Many real-world problems require robust estimation of hidden states from noisy observations, such as in signal processing, time series analysis, and control systems. pykalman was created to address these tasks with a clean, easy-to-use API built on well-established mathematical foundations.

The focus is on simplicity, reliability, and reproducibility.

Core Features

  • Kalman Filter for linear state-space models

  • Kalman Smoother for backward state estimation

  • Unscented Kalman Filter for non-linear dynamics

  • Expectation-Maximization (EM) algorithm for parameter learning

  • Support for missing or masked observations

  • Online and sequential state estimation

  • Numerically robust square-root filters

Linear State-Space Models

Kalman Filter

The classic Kalman Filter enables recursive state estimation in linear dynamical systems with Gaussian noise.

Kalman Smoother

In addition to forward filtering, the Kalman Smoother improves state estimates by incorporating future observations.

Parameter Estimation

EM Algorithm

pykalman includes an Expectation-Maximization algorithm to automatically learn model parameters from observed data, reducing manual tuning and improving applicability to real-world systems.

Non-Linear Models

Unscented Kalman Filter

For systems with non-linear transition or observation functions, pykalman provides the Unscented Kalman Filter, which more accurately approximates non-linear transformations than linearization-based approaches.
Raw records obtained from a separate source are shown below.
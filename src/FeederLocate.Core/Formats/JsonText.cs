using System.Text.Json;

namespace FeederLocate.Core.Formats;

/// <summary>Parses JSON text into a document, reporting a syntax error with its line and position.</summary>
internal static class JsonText
{
    private static readonly JsonDocumentOptions Options = new()
    {
        CommentHandling = JsonCommentHandling.Skip,
        AllowTrailingCommas = true,
        MaxDepth = 64,
        AllowDuplicateProperties = false,
    };

    public static JsonDocument? Parse(string text, string kind, IssueLog log)
    {
        ArgumentNullException.ThrowIfNull(text);
        try
        {
            var document = JsonDocument.Parse(text, Options);
            if (document.RootElement.ValueKind != JsonValueKind.Object)
            {
                log.Error(kind, "file", string.Empty, $"must hold one JSON object, got {ElementReader.Describe(document.RootElement)}");
                document.Dispose();
                return null;
            }

            return document;
        }
        catch (JsonException e)
        {
            var where = e.LineNumber is { } line ? $" at line {line + 1}, position {e.BytePositionInLine + 1}" : string.Empty;
            log.Error(kind, "file", string.Empty, $"is not valid JSON{where}: {FirstSentence(e.Message)}");
            return null;
        }
    }

    private static string FirstSentence(string message)
    {
        var end = message.IndexOf(". ", StringComparison.Ordinal);
        return end < 0 ? message : message[..(end + 1)];
    }
}
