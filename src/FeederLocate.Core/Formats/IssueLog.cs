namespace FeederLocate.Core.Formats;

/// <summary>Collects issues while a file is read and checked.</summary>
internal sealed class IssueLog
{
    private readonly List<ValidationIssue> _issues = [];

    public IReadOnlyList<ValidationIssue> Issues => _issues;

    public bool HasErrors => _issues.Exists(i => i.Severity == Severity.Error);

    public void Error(string kind, string id, string field, string message) =>
        _issues.Add(new ValidationIssue(Severity.Error, kind, id, field, message));

    public void Warning(string kind, string id, string field, string message) =>
        _issues.Add(new ValidationIssue(Severity.Warning, kind, id, field, message));
}
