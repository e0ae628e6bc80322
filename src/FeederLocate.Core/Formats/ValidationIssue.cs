namespace FeederLocate.Core.Formats;

public enum Severity
{
    Error,
    Warning,
}

/// <summary>
/// One problem found in a grid or incident file: the element (kind and id), the field and what is wrong,
/// for example <c>segment S12: lengthKm must be &gt; 0, got -1</c>.
/// </summary>
public sealed record ValidationIssue(Severity Severity, string ElementKind, string ElementId, string Field, string Message)
{
    public override string ToString() =>
        Field.Length == 0
            ? $"{ElementKind} {ElementId}: {Message}".Trim()
            : $"{ElementKind} {ElementId}: {Field} {Message}".Replace("  ", " ", StringComparison.Ordinal);
}

/// <summary>Result of reading a file: the value when there is no error, and every issue found.</summary>
public sealed record LoadResult<T>(T? Value, IReadOnlyList<ValidationIssue> Issues)
    where T : class
{
    public bool Succeeded => Value is not null;

    public IEnumerable<ValidationIssue> Errors => Issues.Where(i => i.Severity == Severity.Error);

    public IEnumerable<ValidationIssue> Warnings => Issues.Where(i => i.Severity == Severity.Warning);

    /// <summary>The value, or a <see cref="GridDataException"/> listing every error.</summary>
    public T ValueOrThrow() => Value ?? throw new GridDataException(Errors.ToList());
}

/// <summary>Bad grid or incident data, with every error found.</summary>
public sealed class GridDataException(IReadOnlyList<ValidationIssue> errors)
    : Exception(string.Join(Environment.NewLine, errors))
{
    public IReadOnlyList<ValidationIssue> Errors { get; } = errors;
}
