using FeederLocate.Core.Model;
using FeederLocate.Core.Topology;

namespace FeederLocate.Core.Formats;

/// <summary>Checks of a grid's elements against each other: ids, references, and the normal-state topology.</summary>
internal static class GridChecks
{
    public static void Run(GridParts parts, IssueLog log)
    {
        UniqueIds(parts.LineTypes, "lineType", t => t.Id.Value, log);
        UniqueIds(parts.Substations, "substation", s => s.Id.Value, log);
        UniqueIds(parts.Nodes, "node", n => n.Id.Value, log);
        UniqueIds(parts.Segments, "segment", s => s.Id.Value, log);
        UniqueIds(parts.Switches, "switch", s => s.Id.Value, log);
        UniqueIds(parts.Indicators, "indicator", i => i.Id.Value, log);
        UniqueIds(parts.CrewBases, "crewBase", b => b.Id.Value, log);

        var nodes = parts.Nodes.Select(n => n.Id).ToHashSet();
        var lineTypes = parts.LineTypes.Select(t => t.Id).ToHashSet();
        var segments = parts.Segments.GroupBy(s => s.Id).ToDictionary(g => g.Key, g => g.First());

        foreach (var substation in parts.Substations)
        {
            NodeExists(nodes, "substation", substation.Id.Value, "busNode", substation.BusNode, log);
        }

        foreach (var busNode in parts.Substations.GroupBy(s => s.BusNode).Where(g => g.Count() > 1))
        {
            log.Error("substation", busNode.Skip(1).First().Id.Value, "busNode",
                $"\"{busNode.Key}\" is already the bus of substation {busNode.First().Id}");
        }

        foreach (var segment in parts.Segments)
        {
            Ends(nodes, "segment", segment.Id.Value, segment.From, segment.To, log);
            if (segment.LineType.Value.Length > 0 && !lineTypes.Contains(segment.LineType))
            {
                log.Error("segment", segment.Id.Value, "lineType", $"refers to unknown line type \"{segment.LineType}\"");
            }
        }

        foreach (var device in parts.Switches)
        {
            Ends(nodes, "switch", device.Id.Value, device.From, device.To, log);
        }

        var switches = parts.Switches.GroupBy(s => s.Id).ToDictionary(g => g.Key, g => g.First());
        foreach (var crewBase in parts.CrewBases)
        {
            NodeExists(nodes, "crewBase", crewBase.Id.Value, "node", crewBase.Node, log);
            foreach (var device in (crewBase.TravelTimes?.Keys ?? []).OrderBy(d => d.Value, StringComparer.Ordinal))
            {
                if (!switches.TryGetValue(device, out var known))
                {
                    log.Error("crewBase", crewBase.Id.Value, "travelMinutes", $"refers to unknown switch \"{device}\"");
                }
                else if (known.Remote)
                {
                    log.Warning("crewBase", crewBase.Id.Value, "travelMinutes", $"gives a time to {device}, which is remote: no crew is sent to it");
                }
            }
        }

        foreach (var indicator in parts.Indicators)
        {
            if (indicator.Segment.Value.Length == 0)
            {
                continue;
            }

            if (!segments.TryGetValue(indicator.Segment, out var segment))
            {
                log.Error("indicator", indicator.Id.Value, "segment", $"refers to unknown segment \"{indicator.Segment}\"");
            }
            else if (indicator.Node.Value.Length > 0 && indicator.Node != segment.From && indicator.Node != segment.To)
            {
                log.Error("indicator", indicator.Id.Value, "node",
                    $"\"{indicator.Node}\" is not an end of segment {segment.Id} (its ends are {segment.From} and {segment.To})");
            }
        }

    }

    private static void UniqueIds<T>(IEnumerable<T> items, string kind, Func<T, string> id, IssueLog log)
    {
        foreach (var group in items.GroupBy(id).Where(g => g.Count() > 1 && !g.Key.StartsWith('#')))
        {
            log.Error(kind, group.Key, "id", $"is used by {group.Count()} {kind} elements; ids must be unique");
        }
    }

    private static void Ends(HashSet<NodeId> nodes, string kind, string id, NodeId from, NodeId to, IssueLog log)
    {
        NodeExists(nodes, kind, id, "from", from, log);
        NodeExists(nodes, kind, id, "to", to, log);
        if (from == to && from.Value.Length > 0)
        {
            log.Error(kind, id, "to", $"must differ from from (both are \"{from}\")");
        }
    }

    private static void NodeExists(HashSet<NodeId> nodes, string kind, string id, string field, NodeId node, IssueLog log)
    {
        if (node.Value.Length > 0 && !nodes.Contains(node))
        {
            log.Error(kind, id, field, $"refers to unknown node \"{node}\"");
        }
    }

    /// <summary>
    /// With every normally-open switch open: no closed loop, no node fed from two buses; nodes fed from
    /// no bus are warned about. A loop is reported with the elements on it. Runs on a grid whose
    /// elements passed <see cref="Run"/>.
    /// </summary>
    public static void NormalTopology(Grid grid, IssueLog log)
    {
        if (grid.Nodes.IsEmpty)
        {
            log.Warning("grid", grid.Name, "nodes", "is empty: there is nothing to locate a fault on, and the one-line view has nothing to draw");
        }

        var graph = new NetworkGraph(grid);
        var check = RadialCheck.Of(graph, SwitchStates.Normal(grid));
        foreach (var loop in check.Loops)
        {
            var elements = string.Join(", ", loop.Path.Append(loop.Closing).Select(graph.Describe));
            log.Error(NetworkGraph.KindName(loop.Closing), graph.IdOf(loop.Closing), string.Empty,
                $"closes a loop in the normal state (every normally-open switch open); the loop is: {elements}");
        }

        foreach (var paralleling in check.Parallelings)
        {
            log.Error("substation", grid.Substations[paralleling.Second].Id.Value, "busNode",
                $"is connected to the bus of substation {grid.Substations[paralleling.First].Id} in the normal state; each node must be fed from exactly one bus (open a tie between them)");
        }

        var unfed = Enumerable.Range(0, grid.Nodes.Length).Where(v => !check.IsFed(v)).Select(v => grid.Nodes[v].Id.Value).ToList();
        if (unfed.Count > 0)
        {
            log.Warning("grid", "file", "nodes",
                $"{unfed.Count} node(s) are reached from no substation bus in the normal state: {string.Join(", ", unfed.Take(20))}{(unfed.Count > 20 ? ", ..." : string.Empty)}");
        }
    }
}
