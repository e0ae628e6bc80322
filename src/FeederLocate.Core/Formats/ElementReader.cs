using System.Globalization;
using System.Text.Json;

namespace FeederLocate.Core.Formats;

/// <summary>
/// Reads the fields of one JSON object (one grid element) and reports each missing, mistyped or
/// out-of-range field against the element's kind and id. Fields it was not asked for are warned about
/// (a misspelt optional field would otherwise be ignored without a word).
/// </summary>
internal sealed class ElementReader
{
    /// <summary>The largest magnitude any number in a grid or incident file may have.</summary>
    public const double MaximumMagnitude = 1e9;

    private readonly JsonElement _element;
    private readonly IssueLog _log;
    private readonly HashSet<string> _asked = new(StringComparer.Ordinal);

    public ElementReader(JsonElement element, string kind, string id, IssueLog log)
    {
        _element = element;
        Kind = kind;
        Id = id;
        _log = log;
    }

    public string Kind { get; }

    public string Id { get; }

    /// <summary>Opens array item <paramref name="index"/> of <paramref name="kind"/>, labelled by its id (or #index).</summary>
    public static ElementReader? ForItem(JsonElement item, string kind, int index, IssueLog log)
    {
        if (item.ValueKind != JsonValueKind.Object)
        {
            log.Error(kind, $"#{index + 1}", string.Empty, $"must be an object, got {Describe(item)}");
            return null;
        }

        var id = item.TryGetProperty("id", out var idValue) && idValue.ValueKind == JsonValueKind.String
            && !string.IsNullOrWhiteSpace(idValue.GetString())
                ? idValue.GetString()!
                : $"#{index + 1}";
        return new ElementReader(item, kind, id, log);
    }

    public void Error(string field, string message) => _log.Error(Kind, Id, field, message);

    public string? RequiredString(string field) => String(field, required: true);

    public string? OptionalString(string field) => String(field, required: false);

    public double? RequiredNumber(string field, NumberRange range) => Number(field, range, required: true);

    public double? OptionalNumber(string field, NumberRange range) => Number(field, range, required: false);

    public bool? RequiredBool(string field) => Bool(field, required: true);

    public bool? OptionalBool(string field) => Bool(field, required: false);

    public int? OptionalCount(string field)
    {
        var value = Number(field, NumberRange.AtLeast(0), required: false);
        if (value is null)
        {
            return null;
        }

        if (value.Value != Math.Floor(value.Value) || value.Value > int.MaxValue)
        {
            Error(field, $"must be a whole number, got {Format(value.Value)}");
            return null;
        }

        return (int)value.Value;
    }

    /// <summary>A nested object, or null (reported when required).</summary>
    public ElementReader? Object(string field, bool required, string? nestedKind = null)
    {
        if (!TryGet(field, required, out var value) || IsNull(value, field, required))
        {
            return null;
        }

        if (value.ValueKind != JsonValueKind.Object)
        {
            Error(field, $"must be an object, got {Describe(value)}");
            return null;
        }

        return new ElementReader(value, nestedKind ?? Kind, nestedKind is null ? $"{Id} {field}" : Id, _log);
    }

    /// <summary>A nested array, or null (reported when required).</summary>
    public JsonElement.ArrayEnumerator? Array(string field, bool required)
    {
        if (!TryGet(field, required, out var value) || IsNull(value, field, required))
        {
            return null;
        }

        if (value.ValueKind != JsonValueKind.Array)
        {
            Error(field, $"must be an array, got {Describe(value)}");
            return null;
        }

        return value.EnumerateArray();
    }

    /// <summary>True when the field is present (even as null).</summary>
    public bool Has(string field)
    {
        _asked.Add(field);
        return _element.TryGetProperty(field, out _);
    }

    /// <summary>The raw value of a field, for readers with their own shape (maps).</summary>
    public JsonElement? Raw(string field)
    {
        _asked.Add(field);
        return _element.TryGetProperty(field, out var value) ? value : null;
    }

    /// <summary>Warns about every field that no read asked for.</summary>
    public void WarnUnknownFields()
    {
        foreach (var property in _element.EnumerateObject())
        {
            if (!_asked.Contains(property.Name))
            {
                _log.Warning(Kind, Id, property.Name, "is not a known field and was ignored");
            }
        }
    }

    internal static string Describe(JsonElement value) => value.ValueKind switch
    {
        JsonValueKind.String => $"\"{value.GetString()}\"",
        JsonValueKind.Number => value.GetRawText(),
        JsonValueKind.True => "true",
        JsonValueKind.False => "false",
        JsonValueKind.Null => "null",
        JsonValueKind.Array => "an array",
        JsonValueKind.Object => "an object",
        _ => value.ValueKind.ToString(),
    };

    internal static string Format(double value) => value.ToString("G", CultureInfo.InvariantCulture);

    private bool TryGet(string field, bool required, out JsonElement value)
    {
        _asked.Add(field);
        if (_element.TryGetProperty(field, out value))
        {
            return true;
        }

        if (required)
        {
            Error(field, "is required");
        }

        return false;
    }

    private bool IsNull(JsonElement value, string field, bool required)
    {
        if (value.ValueKind != JsonValueKind.Null)
        {
            return false;
        }

        if (required)
        {
            Error(field, "is required, got null");
        }

        return true;
    }

    private string? String(string field, bool required)
    {
        if (!TryGet(field, required, out var value) || IsNull(value, field, required))
        {
            return null;
        }

        if (value.ValueKind != JsonValueKind.String)
        {
            Error(field, $"must be a string, got {Describe(value)}");
            return null;
        }

        var text = value.GetString()!;
        if (required && string.IsNullOrWhiteSpace(text))
        {
            Error(field, "must not be empty");
            return null;
        }

        return text;
    }

    private double? Number(string field, NumberRange range, bool required)
    {
        if (!TryGet(field, required, out var value) || IsNull(value, field, required))
        {
            return null;
        }

        if (value.ValueKind != JsonValueKind.Number || !value.TryGetDouble(out var number) || !double.IsFinite(number))
        {
            Error(field, $"must be a number, got {Describe(value)}");
            return null;
        }

        // -0 is 0: it must not pass the checks as zero and then fail a sign test later.
        number += 0.0;

        if (!range.Contains(number))
        {
            Error(field, $"must be {range}, got {Format(number)}");
            return null;
        }

        // No physical quantity of a distribution grid comes near this; beyond it sums overflow.
        if (Math.Abs(number) > MaximumMagnitude)
        {
            Error(field, $"must be at most {Format(MaximumMagnitude)} in magnitude, got {Format(number)}");
            return null;
        }

        return number;
    }

    private bool? Bool(string field, bool required)
    {
        if (!TryGet(field, required, out var value) || IsNull(value, field, required))
        {
            return null;
        }

        if (value.ValueKind is not (JsonValueKind.True or JsonValueKind.False))
        {
            Error(field, $"must be true or false, got {Describe(value)}");
            return null;
        }

        return value.GetBoolean();
    }
}

/// <summary>An allowed range of a number, with its own wording for messages.</summary>
internal readonly record struct NumberRange(double Low, bool LowOpen, double High, bool HighOpen)
{
    public static NumberRange Any => new(double.NegativeInfinity, true, double.PositiveInfinity, true);

    public static NumberRange Positive => new(0, true, double.PositiveInfinity, true);

    public static NumberRange AtLeast(double low) => new(low, false, double.PositiveInfinity, true);

    public static NumberRange Between(double low, double high) => new(low, false, high, false);

    public static NumberRange OpenBetween(double low, double high) => new(low, true, high, true);

    public bool Contains(double value) =>
        (LowOpen ? value > Low : value >= Low) && (HighOpen ? value < High : value <= High);

    public override string ToString()
    {
        var low = ElementReader.Format(Low);
        var high = ElementReader.Format(High);
        if (double.IsPositiveInfinity(High))
        {
            return LowOpen ? $"> {low}" : $">= {low}";
        }

        return (LowOpen ? $"> {low}" : $">= {low}") + " and " + (HighOpen ? $"< {high}" : $"<= {high}");
    }
}
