namespace FeederLocate.Core.Formats;

/// <summary>Names of the grid format's tags.</summary>
public static class GridFormat
{
    public const string FormatTag = "feederlocate-grid/1";

    public static string Name(Model.Construction construction) => construction switch
    {
        Model.Construction.Cable => "cable",
        _ => "overhead",
    };

    public static string Name(Model.GroundingScheme scheme) => scheme switch
    {
        Model.GroundingScheme.Isolated => "isolated",
        Model.GroundingScheme.Resonant => "resonant",
        Model.GroundingScheme.Solid => "solid",
        _ => "impedance",
    };

    public static string Name(Model.SwitchKind kind) => kind switch
    {
        Model.SwitchKind.Breaker => "breaker",
        Model.SwitchKind.Recloser => "recloser",
        Model.SwitchKind.LoadBreakSwitch => "loadBreakSwitch",
        Model.SwitchKind.Disconnector => "disconnector",
        _ => "fuse",
    };

    public static readonly IReadOnlyDictionary<string, Model.Construction> Constructions =
        new Dictionary<string, Model.Construction>(StringComparer.Ordinal)
        {
            ["cable"] = Model.Construction.Cable,
            ["overhead"] = Model.Construction.Overhead,
        };

    public static readonly IReadOnlyDictionary<string, Model.GroundingScheme> Schemes =
        new Dictionary<string, Model.GroundingScheme>(StringComparer.Ordinal)
        {
            ["isolated"] = Model.GroundingScheme.Isolated,
            ["resonant"] = Model.GroundingScheme.Resonant,
            ["solid"] = Model.GroundingScheme.Solid,
            ["impedance"] = Model.GroundingScheme.Impedance,
        };

    public static readonly IReadOnlyDictionary<string, Model.SwitchKind> SwitchKinds =
        new Dictionary<string, Model.SwitchKind>(StringComparer.Ordinal)
        {
            ["breaker"] = Model.SwitchKind.Breaker,
            ["recloser"] = Model.SwitchKind.Recloser,
            ["loadBreakSwitch"] = Model.SwitchKind.LoadBreakSwitch,
            ["disconnector"] = Model.SwitchKind.Disconnector,
            ["fuse"] = Model.SwitchKind.Fuse,
        };

    /// <summary>Reads an enumerated string field, reporting the allowed values when it is not one of them.</summary>
    internal static T? Choice<T>(ElementReader reader, string field, IReadOnlyDictionary<string, T> choices, bool required = true)
        where T : struct
    {
        var text = required ? reader.RequiredString(field) : reader.OptionalString(field);
        if (text is null)
        {
            return null;
        }

        if (choices.TryGetValue(text, out var value))
        {
            return value;
        }

        reader.Error(field, $"must be one of {string.Join(", ", choices.Keys.Select(k => $"\"{k}\""))}, got \"{text}\"");
        return null;
    }
}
Missing Data and Online Estimation

Handling Missing Observations

The library explicitly supports missing or masked measurements and remains stable when working with incomplete time series.

Online State Estimation

pykalman supports incremental state updates, making it suitable for streaming data and real-time applications.

Numerical Stability

Square-Root Filters

For improved numerical robustness, square-root variants such as the Cholesky Kalman Filter are available, offering greater stability in long sequences or poorly conditioned problems.

Use Cases

  • Time series analysis and signal processing

  • State and trajectory estimation

  • Dynamical systems and control

  • Tracking and sensor fusion

  • Research, teaching, and prototyping

Open Source

pykalman is released as open-source software under the BSD 3-Clause License. Originally created by Daniel Duckworth, the project is actively maintained by the community.

GC.OS supports pykalman as an open-source project enabling transparent, robust, and mathematically grounded state estimation and time series modeling.